_EXERCISE BRIEF_.
Only the number should be given: how many lines below contain "operating".

_MATERIALS PROVIDED_.
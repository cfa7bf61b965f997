/**
 * The current mirror and the diode-load stage with the square-law-mobility and
 * EKV models: the solved node voltages carry the same current in each device's
 * own model (KCL, evaluated independently through drainCurrent), PMOS mirrors
 * NMOS, the record shows the model's equations and re-evaluates with units, the
 * EKV card carries its strong-inversion limit, and design files with
 * an EKV card run through `pinchoff op`. Cards and stages are invented for the tests.
 */
import { mkdtempSync, rmSync, writeFileSync } from "node:fs";
import { tmpdir } from "node:os";
import { join } from "node:path";
import { afterAll, describe, expect, it } from "vitest";
import { analyzeStage } from "../lib/bias/analyze.js";
import type { MirrorAnalysis } from "../lib/bias/topologies/current-mirror.js";
import type { Stage, StageAnalysis } from "../lib/bias/topology.js";
import { main as op } from "../lib/cli/op.js";
import { stagePlots } from "../lib/plot/stage.js";
import { device, type DeviceCard } from "../lib/device/card.js";
import { drainCurrent } from "../lib/device/drain-current.js";
import { thermalVoltage, type Kelvin, type Meters } from "../lib/quantity.js";
import { Derivation, type FormulaStep } from "../lib/record/derivation.js";
import { captureCli } from "./support/cli.js";
import { ekvStrongInversionCurrent } from "./support/ekv-limit.js";
import { expectReevaluates } from "./support/reevaluate.js";

/** UT at the cards' default temperature, 300.15 K (lib/device/card.ts). */
const ut = thermalVoltage(300.15 as Kelvin);

const base = { name: "invented-n", polarity: "nmos", kp: 150e-6, vt0: 0.6, lambda: 0.04, gamma: 0.45, phi: 0.7 };
const cards = {
  "square-law-mobility": { ...base, model: "square-law-mobility", theta: 0.2, ecrit: 4e6 },
  ekv: { ...base, model: "ekv", theta: 0.2, thetaB: 0.05, ecrit: 4e6, sigma: 0.01 },
} as unknown as Record<string, DeviceCard>;
const pmos = (c: DeviceCard): DeviceCard => ({ ...c, name: "invented-p", polarity: c.polarity === "nmos" ? "pmos" : "nmos", vt0: -c.vt0 as never });
const um = (x: number) => (x * 1e-6) as Meters;
const sgn = (c: DeviceCard) => (c.polarity === "nmos" ? 1 : -1);

function mirrorStage(c: DeviceCard, out: { vout: number } | { rload: number }): Stage {
  const s = sgn(c);
  const comps = "vout" in out ? { rref: 20e3, vout: s > 0 ? out.vout : 5 - out.vout } : { rref: 20e3, rload: out.rload };
  return { topology: "current-mirror", device: { card: c, w: um(20), l: um(1) }, devices: { reference: { card: c, w: um(10), l: um(1) } }, components: comps, supplies: { vdd: 5 }, body: "source" } as unknown as Stage;
}
function diodeStage(drv: DeviceCard, load: DeviceCard, body: "source" | "rail", vg: number): Stage {
  return { topology: "diode-load", device: { card: drv, w: um(20), l: um(1) }, devices: { load: { card: load, w: um(5), l: um(1) } }, components: { vg }, supplies: { vdd: 5 }, body } as unknown as Stage;
}

/** |a − b| within 1e-9 of the larger (the solvers' KCL tolerance is tighter still). */
const expectSameCurrent = (a: number, b: number) => expect(Math.abs(Math.abs(a) - Math.abs(b))).toBeLessThanOrEqual(1e-9 * Math.max(Math.abs(a), Math.abs(b)) + 1e-15);

describe("current mirror with every model", () => {
  for (const [model, card] of Object.entries(cards))
    for (const out of [{ vout: 2.5 }, { rload: 8e3 }])
      it(`${model}, output ${"vout" in out ? "held" : "into a resistor"}: both devices' models carry the solved currents (KCL), NMOS and PMOS`, () => {
        for (const c of [card, pmos(card)]) {
          const st = mirrorStage(c, out);
          const a = analyzeStage(st) as MirrorAnalysis;
          const n = a.nodes;
          const m1 = device(c, um(10), um(1));
          const m2 = device(c, um(20), um(1));
          // Independent check: each model at the solved node voltages.
          const i1 = drainCurrent(m1, n.gate - n.source, n.reference! - n.source, 0);
          const i2 = drainCurrent(m2, n.gate - n.source, n.drain - n.source, 0);
          expectSameCurrent(i1, a.mirror.referenceCurrent);
          expectSameCurrent(i2, a.mirror.outputCurrent);
          expect(Math.sign(i2)).toBe(sgn(c));
          // The network side: IREF through RREF, IOUT through RLOAD.
          const vdr = sgn(c) > 0 ? 5 : 0;
          expectSameCurrent(Math.abs(vdr - n.gate) / 20e3, a.mirror.referenceCurrent);
          if ("rload" in out && out.rload !== undefined) expectSameCurrent(Math.abs(vdr - n.drain) / out.rload, a.mirror.outputCurrent);
          expect(a.op.model).toBe(model);
          expect(a.region).toBe("saturation");
          // Compliance at the model's own VDsat, below the square law's VOV.
          expect(Math.abs(a.mirror.compliance - n.source)).toBeCloseTo(a.op.vdsat, 12);
          expect(a.op.vdsat).toBeLessThan(a.op.vov + 1e-12);
        }
      });

  it("records an EKV mirror with the EKV equations and the model's compliance, and the record re-evaluates with units", () => {
    const rec = new Derivation("EKV mirror" as never);
    analyzeStage(mirrorStage(cards.ekv!, { rload: 8e3 }), rec);
    const ids = rec.steps.filter((s): s is FormulaStep => s.kind === "formula").map((s) => s.formula);
    for (const f of ["ekvForwardCurrent", "ekvDrainCurrent", "ekvDrainSaturationVoltage", "mirrorComplianceSaturation", "referenceCurrent"]) expect(ids).toContain(f);
    for (const f of ["referenceGateSource", "mirrorOutputCurrent", "mirrorCompliance", "saturationCurrent"]) expect(ids).not.toContain(f);
    expect(rec.toJSON().assumptions.join(" ")).toMatch(/EKV all-region model/);
    expectReevaluates(rec);
  });

  it("EKV in strong inversion with γ = θ = σ = λ = 0 and no velocity saturation carries its strong-inversion limit ID = (k'/2)·(W/L)·((VOV − UT·(ln q − 1))² − UT²) (charge-based EKV, n = 1 for γ = 0), below the square law's", () => {
    const sq = { name: "invented-n", polarity: "nmos", kp: 150e-6, vt0: 0.6 } as unknown as DeviceCard;
    const ek = { ...sq, model: "ekv", gamma: 0, theta: 0, ecrit: 1e12, sigma: 0 } as unknown as DeviceCard;
    // RREF 2k…20k: overdrives 1.4 V … 0.5 V, well inside strong inversion.
    for (const rref of [2e3, 5e3, 20e3]) {
      const at = (c: DeviceCard) => analyzeStage({ ...mirrorStage(c, { vout: 2.5 }), components: { rref, vout: 2.5 } } as unknown as Stage) as MirrorAnalysis;
      const a = at(sq);
      const b = at(ek);
      const vov = b.mirror.gateSource - 0.6;
      expect(vov).toBeGreaterThan(0.45);
      expect(b.mirror.referenceCurrent / ekvStrongInversionCurrent(150e-6 * 10, vov, ut) - 1).toBeCloseTo(0, 4);
      expect(b.mirror.outputCurrent / ekvStrongInversionCurrent(150e-6 * 20, vov, ut) - 1).toBeCloseTo(0, 4);
      expect(b.mirror.referenceCurrent).toBeLessThan(a.mirror.referenceCurrent);
    }
  });
});

describe("diode-load stage with every model", () => {
  for (const [model, card] of Object.entries(cards)) {
    const cases: [string, DeviceCard, DeviceCard, "source" | "rail"][] = [
      ["complementary load", card, pmos(card), "source"],
      ["same-type load, body at the rail", card, { ...card, name: "invented-n-load" }, "rail"],
    ];
    for (const [what, drv, load, body] of cases)
      it(`${model}, ${what}: driver and load models carry the same current at the solved output (KCL), NMOS and PMOS`, () => {
        for (const flip of [false, true]) {
          const d = flip ? pmos(drv) : drv;
          const l = flip ? pmos(load) : load;
          const s = sgn(d);
          const vg = s > 0 ? 1.3 : 5 - 1.3;
          const st = diodeStage(d, l, body, vg);
          const a: StageAnalysis = analyzeStage(st);
          const n = a.nodes;
          const railD = s > 0 ? 5 : 0;
          const railS = s > 0 ? 0 : 5;
          const i1 = drainCurrent(device(d, um(20), um(1)), vg - railS, n.drain - railS, 0);
          const ld = device(l, um(5), um(1));
          const i2 = l.polarity === d.polarity ? drainCurrent(ld, railD - n.drain, railD - n.drain, n.drain - (body === "rail" ? railS : n.drain)) : drainCurrent(ld, n.drain - railD, n.drain - railD, 0);
          expectSameCurrent(i1, a.currents.drainMagnitude!);
          expectSameCurrent(i2, a.currents.drainMagnitude!);
          expect(a.currents.drainMagnitude).toBeGreaterThan(1e-6);
          expect(a.op.model).toBe(model);
          // The output sits strictly between the rails and the driver is saturated by its model's VDsat.
          expect(a.region).toBe("saturation");
          const amp = a.metrics.amplifiers[0]!;
          expect(Math.abs(amp.gain)).toBeGreaterThan(1);
          const sw = a.metrics.swing[0]!;
          expect(sw.lower).toBeLessThan(sw.upper);
        }
      });
  }

  it("EKV in strong inversion carries its strong-inversion limit (charge-based EKV), below the square law's", () => {
    const sq = { name: "invented-n", polarity: "nmos", kp: 150e-6, vt0: 0.6 } as unknown as DeviceCard;
    const ek = { ...sq, model: "ekv", gamma: 0, theta: 0, ecrit: 1e12, sigma: 0 } as unknown as DeviceCard;
    const a = analyzeStage(diodeStage(sq, pmos(sq), "source", 1.8));
    const b = analyzeStage(diodeStage(ek, pmos(ek), "source", 1.8));
    expect(b.currents.drainMagnitude! / ekvStrongInversionCurrent(150e-6 * 20, 1.8 - 0.6, ut) - 1).toBeCloseTo(0, 4);
    expect(b.currents.drainMagnitude!).toBeLessThan(a.currents.drainMagnitude!);
  });

  it("records an EKV diode-load stage with the EKV equations; the record re-evaluates with units", () => {
    const rec = new Derivation("EKV diode load" as never);
    analyzeStage(diodeStage(cards.ekv!, pmos(cards.ekv!), "source", 1.3), rec);
    const ids = rec.steps.filter((s): s is FormulaStep => s.kind === "formula").map((s) => s.formula);
    for (const f of ["ekvDrainCurrent", "ekvDrainSaturationVoltage", "diodeLoadGain"]) expect(ids).toContain(f);
    for (const f of ["diodeLoadOutputVoltage", "diodeLoadGainSizing", "saturationCurrent"]) expect(ids).not.toContain(f);
    expectReevaluates(rec);
  });
});

describe("plots of the two-transistor stages with an EKV card", () => {
  it("draws the output characteristic with the load and the operating point at the solved current", () => {
    for (const st of [mirrorStage(cards.ekv!, { rload: 8e3 }), diodeStage(cards.ekv!, pmos(cards.ekv!), "source", 1.3)]) {
      const a = analyzeStage(st);
      const plots = stagePlots(st, a);
      const roles = plots.output.figure.data.map((t) => t.meta?.role);
      expect(roles).toContain("operating-point");
      expect(roles.some((r) => r === "load-line" || r === "load-curve")).toBe(true);
      const q = plots.output.figure.data.find((t) => t.meta?.role === "operating-point")!;
      const y = (q as { y?: number[] }).y![0]!;
      const scale = plots.output.axes.y.divisor;
      // The plot trims its numbers for display: the point sits at the solved current within 0.1 %.
      expect(Math.abs(Math.abs(y * scale) - a.currents.drainMagnitude!) / a.currents.drainMagnitude!).toBeLessThan(1e-3);
    }
  });
});

describe("design files with an EKV card through pinchoff op", () => {
  const dir = mkdtempSync(join(tmpdir(), "pinchoff-ekv-pairs-"));
  afterAll(() => rmSync(dir, { recursive: true, force: true }));
  const card = { name: "invented-n", polarity: "nmos", model: "ekv", kp: "150 uA/V^2", vt0: "0.6 V", lambda: "0.04 1/V", gamma: 0.45, phi: "0.7 V", theta: "0.2 1/V", ecrit: "4 V/um", sigma: 0.01 };
  const pcard = { ...card, name: "invented-p", polarity: "pmos", vt0: "-0.6 V" };
  const files = {
    "current-mirror": { topology: "current-mirror", device: { card, w: "20 um", l: "1 um" }, devices: { reference: { card, w: "10 um", l: "1 um" } }, components: { rref: "20k", rload: "8k" }, supplies: { vdd: "5 V" } },
    "diode-load": { topology: "diode-load", device: { card, w: "20 um", l: "1 um" }, devices: { load: { card: pcard, w: "5 um", l: "1 um" } }, components: { vg: "1.3 V" }, supplies: { vdd: "5 V" } },
  };
  for (const [topology, file] of Object.entries(files))
    it(`${topology}: the operating point comes from the EKV model and agrees with the library call`, async () => {
      const path = join(dir, `${topology}.json`);
      writeFileSync(path, JSON.stringify(file));
      const r = await captureCli(op, [path]);
      expect(r.err).toBe("");
      expect(r.code).toBe(0);
      const j = JSON.parse(r.out);
      expect(j.op.model).toBe("ekv");
      const direct = analyzeStage(
        topology === "current-mirror"
          ? mirrorStage(cards.ekv!, { rload: 8e3 })
          : diodeStage(cards.ekv!, pmos(cards.ekv!), "source", 1.3),
      );
      expect(j.currents.drainMagnitude).toBeCloseTo(direct.currents.drainMagnitude!, 12);
      expect(j.nodes.drain).toBeCloseTo(direct.nodes.drain, 9);
    });
});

_SOLUTION BELOW_.
4